Conflito Econômico EUA-China: um Aviso de Recessão Global
No contexto atual das tensões comerciais entre Estados Unidos e China, o professor Celso Grisi, da Faculdade de Economia, Administração, Contabilidade e Atuária (FEA) da USP, conclui que não haverá triunfos nesta disputa acirrada. “Todos nós seremos afetados”, alerta, apontando que a recessão poderá se estabelecer em nível global.
Em um movimento provocador, o governo chinês anunciou o aumento das tarifas sobre produtos norte-americanos em até 125%, respondendo às tarifas que os EUA impuseram, cuja soma já chega a 145%. Esse clima de hostilidade preocupa especialistas, que anteveem um cenário de desaceleração econômica.

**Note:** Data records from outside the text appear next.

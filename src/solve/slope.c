#include "solve/slope.h"

#include <math.h>
#include <string.h>

#define BLOCKS_LEAST 16
#define DEPENDENT 4 /* blocks that count as one */
#define HELPS 3.0   /* s.e. of all shifts together: our choice */
#define WORTH 0.01  /* of the readings: less is not worth it */

void slope_add(struct slope *s, double rpm, double complex z)
{
    if (!isfinite(rpm) || !isfinite(creal(z) + cimag(z)))
        return;
    double n = (double)++s->count, off = rpm - s->mean_rpm;
    double complex step = z - s->mean;
    s->least = s->count == 1 ? rpm : fmin(s->least, rpm);
    s->most = s->count == 1 ? rpm : fmax(s->most, rpm);
    s->mean_rpm += off / n;
    s->mean += step / n;
    s->sxx += off * (rpm - s->mean_rpm);
    s->sxz += (rpm - s->mean_rpm) * step;
    s->szz += creal(step * conj(z - s->mean));
}

bool slope_shift(const struct slope *s, double from, double to, double complex *shift,
                 double *variance)
{
    double way = to - from;
    if (s->count < BLOCKS_LEAST || !(s->sxx > 0) || !(fabs(way) <= s->most - s->least))
        return false;
    double complex slope = s->sxz / s->sxx;
    double left = fmax(0, s->szz - creal(slope * conj(s->sxz)));
    *shift = slope * way;
    *variance = DEPENDENT * left / ((double)s->count - 2) / s->sxx * way * way;
    return true;
}

static bool counts(const struct job *job, const struct model_reading *r, size_t sensor,
                   const char *condition)
{
    return r->sensor == sensor && r->use && r->phase && !job->runs[r->run].role[0] &&
           !strcmp(r->condition, condition);
}

bool slope_bring(const struct job *job, struct model_reading *readings, size_t count,
                 const struct slope *slopes, size_t sensor, const char *condition,
                 struct slope_match *match)
{
    double speeds = 0, moved = 0, cost = 0, size = 0, variance;
    double complex shift;
    size_t n = 0;
    for (size_t i = 0; i < count; i++)
        if (counts(job, &readings[i], sensor, condition)) {
            speeds += readings[i].speed_rpm;
            n++;
        }
    *match = (struct slope_match){sensor, condition, speeds / (double)n, 0};
    for (size_t i = 0; i < count; i++) {
        const struct model_reading *r = &readings[i];
        if (!counts(job, r, sensor, condition))
            continue;
        if (!slope_shift(&slopes[r->run * job->sensor_count + sensor], r->speed_rpm, match->rpm,
                         &shift, &variance))
            return false;
        moved += creal(shift * conj(shift));
        cost += variance;
        size += creal(r->vector * conj(r->vector));
    }
    if (n < 2 || !(moved > HELPS * HELPS * cost) || !(moved > WORTH * WORTH * size))
        return false;
    for (size_t i = 0; i < count; i++) {
        struct model_reading *r = &readings[i];
        if (!counts(job, r, sensor, condition) ||
            !slope_shift(&slopes[r->run * job->sensor_count + sensor], r->speed_rpm, match->rpm,
                         &shift, &variance))
            continue;
        r->vector += shift;
        r->speed_rpm = match->rpm;
        r->cov[0] += variance / 2 - r->by_speed; /* what was allowed for is now taken off */
        r->cov[2] += variance / 2 - r->by_speed;
        r->by_speed = 0;
        match->largest = fmax(match->largest, cabs(shift));
    }
    return true;
}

Grisi destaca que a China possui um mercado interno robusto o suficiente para absorver a produção que, de outra forma, seria destinada aos Estados Unidos. “Considerando a vasta população chinesa, o investimento na demanda interna permitirá que o excedente produzido seja consumido localmente”, afirma. Essa condição coloca a China em uma posição mais favorável do que os EUA, que enfrentam um mercado mais maduro e saturado.

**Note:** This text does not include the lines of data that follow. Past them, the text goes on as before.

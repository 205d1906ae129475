/* place_scan.h - the sums of one plane whose bound is small, out of trees of part sums. */
#ifndef LOPSIDE_SOLVE_PLACE_SCAN_H
#define LOPSIDE_SOLVE_PLACE_SCAN_H

#include "solve/place_branch.h"

struct place_aim { /* J >= base + 2 Re(conj(slope) (W - center)) + stiffness |W - center|^2 */
    double complex center, slope;
    double stiffness, base;
};

struct place_candidate {
    double bound;
    struct place_load load;
};

struct place_candidates {
    struct place_candidate *candidate; /* sorted by bound, then items; owned */
    size_t count, room;                /* about that many are kept at a time */
    double from, limit;                /* all with from <= bound < limit are in the list */
};

/* Fills the list with the sums from `from` on, lowering `limit` when there are too many. Stops early when the
 * hunt's nodes are used up (hunt->lost then knows). 0, or -1 when memory is short. */
int place_scan_list(struct place_hunt *hunt, const struct place_site *site,
                    const struct place_aim *aim, struct place_candidates *list)
    __attribute__((warn_unused_result));

/* The last plane: offers every sum that can be among the best; form has this one plane. */
void place_scan_last(struct place_hunt *hunt, size_t depth, const struct place_aim *aim,
                     const struct place_form *form);

#endif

O especialista não hesita em classificar essa batalha como “inconsequente”, ressaltando que um empate não traria benefícios a ninguém e que a recessão seria um destino comum. Essa visão pessimista leva Grisi a criticar a proposta de reindustrialização de Trump, afirmando que não há vantagens competitivas em trazer indústrias de volta aos EUA, especialmente frente a países com mão de obra mais barata e insumos mais acessíveis. Ele aponta que, embora o déficit comercial americano seja significativo, o país mantém um superávit na balança de serviços.

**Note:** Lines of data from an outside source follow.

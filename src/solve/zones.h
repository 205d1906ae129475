/* zones.h - the zones of broad-band vibration of non-rotating parts after ISO 20816-3:2022 (before:
 * ISO 10816-3:2009).
 *
 * The boundaries B/C and C/D are as fan makers print them after DIN ISO 10816-3; A/B and all of
 * displacement are from memory. Whoever accepts a machine by them checks the current edition.
 */
#ifndef LOPSIDE_SOLVE_ZONES_H
#define LOPSIDE_SOLVE_ZONES_H

#include <stdbool.h>

#define ZONES_BASIS                                                                                \
    "ISO 20816-3; boundary A/B and displacements from memory: check the current edition"

/* Boundaries A/B, B/C, C/D, rms, SI (m/s, or m with `displacement`): group 1 (above 300 kW) or 2
 * (15 to 300 kW). */
void zones_limits(int group, bool flexible, bool displacement, double limits[3]);

/* 'A' to 'D'; a value on a boundary lies in the better zone. '?' for NaN. */
char zones_of(double rms, const double limits[3]);

#endif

Além disso, Grisi critica as medidas adotadas por Trump para reduzir o déficit em conta-corrente, que em 2023 alcançou US$ 983 bilhões. Ao buscar cortes orçamentários e reverter investimentos em pesquisa e assistência, o presidente pode acabar exacerbando o problema, resultando em uma recessão que só aumentará o déficit externo.
Voltando o olhar para o Brasil, Grisi sugere que, embora existam ameaças setoriais resultantes das tensões comerciais, também há oportunidades. O país pode se beneficiar da queda nos preços de combustíveis e insumos agrícolas, além de capturar parte do mercado que os EUA perderão devido às tarifas. “Estamos em uma posição relativamente confortável, considerando nossa produção agropecuária competitiva e estabelecida no mercado global”, conclui.
Em meio a esse panorama complexo, uma coisa é certa: os desdobramentos da guerra comercial entre EUA e China têm o potencial de impactar não apenas as nações diretamente envolvidas, mas toda a economia global.